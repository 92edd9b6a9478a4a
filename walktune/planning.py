"""What a tuning job will spend, said before it spends it.

The job's budget (:class:`walktune.stages.Budget`) fixes, from the dimension,
the chains and the cap alone, the pilot's share, the proof runs' steps per
chain and the evaluations kept for the geometry checks. Each proof run must
hold ``IACTS_FOR_PRECISE_ESS`` (250) autocorrelation times over its chains for
an ESS within 20% (Sokal 1997; :mod:`walktune.diagnostics`), and even an
optimally tuned random walk with the exact covariance has an IACT of about
``d / 0.33`` steps (Roberts, Gelman and Gilks 1997), so

    trustworthy  <=>  chains * proof_steps >= 250 / optimal_efficiency(d).

A budget that fails this cannot give trustworthy figures whatever the pilot
finds; :func:`budget_statement` says so, with the least budget that would.

References
----------
Roberts, G. O., Gelman, A. and Gilks, W. R. (1997). Weak convergence and optimal
scaling of random walk Metropolis algorithms. Annals of Applied Probability, 7(1), 110-120.
Sokal, A. (1997). Monte Carlo methods in statistical mechanics: foundations and new algorithms.
"""

from __future__ import annotations

from dataclasses import dataclass

from . import theory
from .diagnostics import IACTS_FOR_PRECISE_ESS
from .findings import Finding
from .stages import Budget, _minimum_pilot, detection_reserve, minimum_budget, proof_steps_default, proof_thinning


def _planned_proof_steps(budget: "Budget") -> int:
    """Steps per chain of each of the three proof runs in the user's parameters, if the pilot spends its whole share."""
    if budget.total is None:
        return proof_steps_default(budget.dim)
    left = budget.total - budget.pilot - detection_reserve(budget.dim, budget.total)
    return max(50, left // (3 * budget.chains))


def trustworthy_budget(dim: int, chains: int) -> int:
    """The least cap on the job whose proof runs (as planned) hold :data:`IACTS_FOR_PRECISE_ESS` IACTs of an
    optimally tuned proposal over their chains."""
    needed_steps = -(-IACTS_FOR_PRECISE_ESS * optimal_iact(dim) // chains)
    low, high = minimum_budget(dim, chains), 2 * minimum_budget(dim, chains)
    while _planned_proof_steps(Budget.plan(high, dim, chains)) < needed_steps:
        low, high = high, 2 * high
    while high - low > max(1000, high // 1000):  # the planned steps grow with the cap
        middle = (low + high) // 2
        if _planned_proof_steps(Budget.plan(middle, dim, chains)) >= needed_steps:
            high = middle
        else:
            low = middle
    return int(-(-high // 1000) * 1000)


def optimal_iact(dim: int) -> float:
    """IACT of an optimally scaled random walk with the exact covariance, in steps: ``1 / efficiency`` (about ``d / 0.33``)."""
    return 1.0 / theory.optimal_efficiency(dim)


@dataclass(frozen=True)
class BudgetStatement:
    """What the job will spend, said before it spends it (:func:`budget_statement`).

    Attributes
    ----------
    total : int or None
        The cap on the job (None: the defaults).
    planned : int
        Evaluations planned: the pilot's share (mode search included), three proof
        runs in the user's parameters and the geometry checks' reserve.
    pilot, proof_steps, reserve : int
        The pilot's share, the steps per chain of each proof run (when the pilot
        spends its whole share) and the evaluations kept for the geometry checks.
    iacts : float
        Autocorrelation times of an optimally tuned proposal (``optimal_iact``)
        that each proof run's chains hold together.
    trustworthy : bool
        Whether ``iacts`` reaches :data:`IACTS_FOR_PRECISE_ESS`.
    needed : int or None
        The least budget that would (:func:`trustworthy_budget`), when not.
    memory : int
        Bytes of draws the job may keep at once (pilot stages and proof runs).
    """

    total: int | None
    planned: int
    pilot: int
    proof_steps: int
    reserve: int
    chains: int
    dim: int
    iacts: float
    trustworthy: bool
    needed: int | None
    memory: int

    @property
    def message(self) -> str:
        cap = f"a budget of {self.total:,} evaluations" if self.total is not None else "the default budget"
        text = (f"{cap} for {self.dim} parameters and {self.chains} chains: up to {self.pilot:,} for the "
                f"mode search and pilot, 3 proof runs of {self.proof_steps:,} steps per chain "
                f"({3 * self.chains * self.proof_steps:,} evaluations; more runs when new coordinates help), "
                f"{self.reserve:,} for the geometry checks; about {self.planned:,} in all, with up to "
                f"{self.memory / 1e9:.2g} GB of draws in memory.")
        if self.trustworthy:
            return text
        return (text + f" Too small for trustworthy figures: even an optimally tuned proposal needs about "
                f"{optimal_iact(self.dim):,.0f} steps per autocorrelation time in {self.dim} dimensions, so each proof "
                f"run would hold {self.iacts:.3g} of the {IACTS_FOR_PRECISE_ESS} its ESS needs; the ESS, speed-ups, "
                f"posterior means and sds it reports will not be trustworthy. A budget of at least {self.needed:,} "
                "would give them enough.")

    def finding(self) -> Finding:
        """The statement as a ``budget`` finding: info, or warn when the budget is too small."""
        return Finding("budget", "info" if self.trustworthy else "warn", [], self.message, {
            "budget": self.total, "planned_evaluations": self.planned, "pilot_evaluations": self.pilot,
            "proof_steps_per_chain": self.proof_steps, "detection_reserve": self.reserve,
            "iacts_per_proof_run": self.iacts, "iacts_needed": IACTS_FOR_PRECISE_ESS,
            "trustworthy": self.trustworthy, "trustworthy_budget": self.needed, "draws_memory_bytes": self.memory,
        })


def budget_statement(budget: Budget) -> BudgetStatement:
    """What a job with this budget will spend, and whether its proof runs can give trustworthy figures.

    Needs only the dimension, the chains and the cap, so it is said before any
    evaluation. Each proof run must hold :data:`IACTS_FOR_PRECISE_ESS` IACTs over
    its chains for an ESS within 20% (Sokal 1997; walktune.diagnostics); even
    with the exact covariance the IACT is about ``d / 0.33``
    (:func:`optimal_iact`), so a budget whose proof runs are shorter cannot give
    trustworthy figures whatever the pilot finds.
    """
    dim, chains = budget.dim, budget.chains
    steps = _planned_proof_steps(budget)
    reserve = detection_reserve(dim, budget.total)
    pilot = budget.pilot + budget.pilot_extension
    iacts = chains * steps / optimal_iact(dim)
    trustworthy = iacts >= IACTS_FOR_PRECISE_ESS
    thin = proof_thinning(chains, steps, dim)
    # Pilot stages keep their draws (the mode search and its 2 d^2-point Hessian do not).
    pilot_draws = max(pilot - 2 * dim * dim, _minimum_pilot(dim, chains))
    memory = 8 * dim * (pilot_draws + 3 * chains * (-(-steps // thin)))
    planned = budget.total if budget.total is not None else pilot + 3 * chains * steps + reserve
    return BudgetStatement(budget.total, planned, pilot, steps, reserve, chains, dim, iacts, trustworthy,
                           None if trustworthy else trustworthy_budget(dim, chains), memory)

* [TASK BRIEF] Set the listing above down again exactly.

* [EXERCISE OUTPUT]
repository 92edd9b6a9478a4a
filename walktune/planning.py
"""What a tuning job will spend, said before it spends it.

The job's budget (:class:`walktune.stages.Budget`) fixes, from the dimension,
the chains and the cap alone, the pilot's share, the proof runs' steps per
chain and the evaluations kept for the geometry checks. Each proof run must
hold ``IACTS_FOR_PRECISE_ESS`` (250) autocorrelation times over its chains for
an ESS within 20% (Sokal 1997; :mod:`walktune.diagnostics`), and even an
optimally tuned random walk with the exact covariance has an IACT of about
``d / 0.33`` steps (Roberts, Gelman and Gilks 1997), so

    trustworthy  <=>  chains * proof_steps >= 250 / optimal_efficiency(d).

A budget that fails this cannot give trustworthy figures whatever the pilot
finds; :func:`budget_statement` says so, with the least budget that would.

References
----------
Roberts, G. O., Gelman, A. and Gilks, W. R. (1997). Weak convergence and optimal
scaling of random walk Metropolis algorithms. Annals of Applied Probability, 7(1), 110-120.
Sokal, A. (1997). Monte Carlo methods in statistical mechanics: foundations and new algorithms.
"""

from __future__ import annotations

from dataclasses import dataclass

from . import theory
from .diagnostics import IACTS_FOR_PRECISE_ESS
from .findings import Finding
from .stages import Budget, _minimum_pilot, detection_reserve, minimum_budget, proof_steps_default, proof_thinning


def _planned_proof_steps(budget: "Budget") -> int:
    """Steps per chain of each of the three proof runs in the user's parameters, if the pilot spends its whole share."""
    if budget.total is None:
        return proof_steps_default(budget.dim)
    left = budget.total - budget.pilot - detection_reserve(budget.dim, budget.total)
    return max(50, left // (3 * budget.chains))


def trustworthy_budget(dim: int, chains: int) -> int:
    """The least cap on the job whose proof runs (as planned) hold :data:`IACTS_FOR_PRECISE_ESS` IACTs of an
    optimally tuned proposal over their chains."""
    needed_steps = -(-IACTS_FOR_PRECISE_ESS * optimal_iact(dim) // chains)
    low, high = minimum_budget(dim, chains), 2 * minimum_budget(dim, chains)
    while _planned_proof_steps(Budget.plan(high, dim, chains)) < needed_steps:
        low, high = high, 2 * high
    while high - low > max(1000, high // 1000):  # the planned steps grow with the cap
        middle = (low + high) // 2
        if _planned_proof_steps(Budget.plan(middle, dim, chains)) >= needed_steps:
            high = middle
        else:
            low = middle
    return int(-(-high // 1000) * 1000)


def optimal_iact(dim: int) -> float:
    """IACT of an optimally scaled random walk with the exact covariance, in steps: ``1 / efficiency`` (about ``d / 0.33``)."""
    return 1.0 / theory.optimal_efficiency(dim)


@dataclass(frozen=True)
class BudgetStatement:
    """What the job will spend, said before it spends it (:func:`budget_statement`).

    Attributes
    ----------
    total : int or None
        The cap on the job (None: the defaults).
    planned : int
        Evaluations planned: the pilot's share (mode search included), three proof
        runs in the user's parameters and the geometry checks' reserve.
    pilot, proof_steps, reserve : int
        The pilot's share, the steps per chain of each proof run (when the pilot
        spends its whole share) and the evaluations kept for the geometry checks.
    iacts : float
        Autocorrelation times of an optimally tuned proposal (``optimal_iact``)
        that each proof run's chains hold together.
    trustworthy : bool
        Whether ``iacts`` reaches :data:`IACTS_FOR_PRECISE_ESS`.
    needed : int or None
        The least budget that would (:func:`trustworthy_budget`), when not.
    memory : int
        Bytes of draws the job may keep at once (pilot stages and proof runs).
    """

    total: int | None
    planned: int
    pilot: int
    proof_steps: int
    reserve: int
    chains: int
    dim: int
    iacts: float
    trustworthy: bool
    needed: int | None
    memory: int

    @property
    def message(self) -> str:
        cap = f"a budget of {self.total:,} evaluations" if self.total is not None else "the default budget"
        text = (f"{cap} for {self.dim} parameters and {self.chains} chains: up to {self.pilot:,} for the "
                f"mode search and pilot, 3 proof runs of {self.proof_steps:,} steps per chain "
                f"({3 * self.chains * self.proof_steps:,} evaluations; more runs when new coordinates help), "
                f"{self.reserve:,} for the geometry checks; about {self.planned:,} in all, with up to "
                f"{self.memory / 1e9:.2g} GB of draws in memory.")
        if self.trustworthy:
            return text
        return (text + f" Too small for trustworthy figures: even an optimally tuned proposal needs about "
                f"{optimal_iact(self.dim):,.0f} steps per autocorrelation time in {self.dim} dimensions, so each proof "
                f"run would hold {self.iacts:.3g} of the {IACTS_FOR_PRECISE_ESS} its ESS needs; the ESS, speed-ups, "
                f"posterior means and sds it reports will not be trustworthy. A budget of at least {self.needed:,} "
                "would give them enough.")

    def finding(self) -> Finding:
        """The statement as a ``budget`` finding: info, or warn when the budget is too small."""
        return Finding("budget", "info" if self.trustworthy else "warn", [], self.message, {
            "budget": self.total, "planned_evaluations": self.planned, "pilot_evaluations": self.pilot,
            "proof_steps_per_chain": self.proof_steps, "detection_reserve": self.reserve,
            "iacts_per_proof_run": self.iacts, "iacts_needed": IACTS_FOR_PRECISE_ESS,
            "trustworthy": self.trustworthy, "trustworthy_budget": self.needed, "draws_memory_bytes": self.memory,
        })


def budget_statement(budget: Budget) -> BudgetStatement:
    """What a job with this budget will spend, and whether its proof runs can give trustworthy figures.

    Needs only the dimension, the chains and the cap, so it is said before any
    evaluation. Each proof run must hold :data:`IACTS_FOR_PRECISE_ESS` IACTs over
    its chains for an ESS within 20% (Sokal 1997; walktune.diagnostics); even
    with the exact covariance the IACT is about ``d / 0.33``
    (:func:`optimal_iact`), so a budget whose proof runs are shorter cannot give
    trustworthy figures whatever the pilot finds.
    """
    dim, chains = budget.dim, budget.chains
    steps = _planned_proof_steps(budget)
    reserve = detection_reserve(dim, budget.total)
    pilot = budget.pilot + budget.pilot_extension
    iacts = chains * steps / optimal_iact(dim)
    trustworthy = iacts >= IACTS_FOR_PRECISE_ESS
    thin = proof_thinning(chains, steps, dim)
    # Pilot stages keep their draws (the mode search and its 2 d^2-point Hessian do not).
    pilot_draws = max(pilot - 2 * dim * dim, _minimum_pilot(dim, chains))
    memory = 8 * dim * (pilot_draws + 3 * chains * (-(-steps // thin)))
    planned = budget.total if budget.total is not None else pilot + 3 * chains * steps + reserve
    return BudgetStatement(budget.total, planned, pilot, steps, reserve, chains, dim, iacts, trustworthy,
                           None if trustworthy else trustworthy_budget(dim, chains), memory)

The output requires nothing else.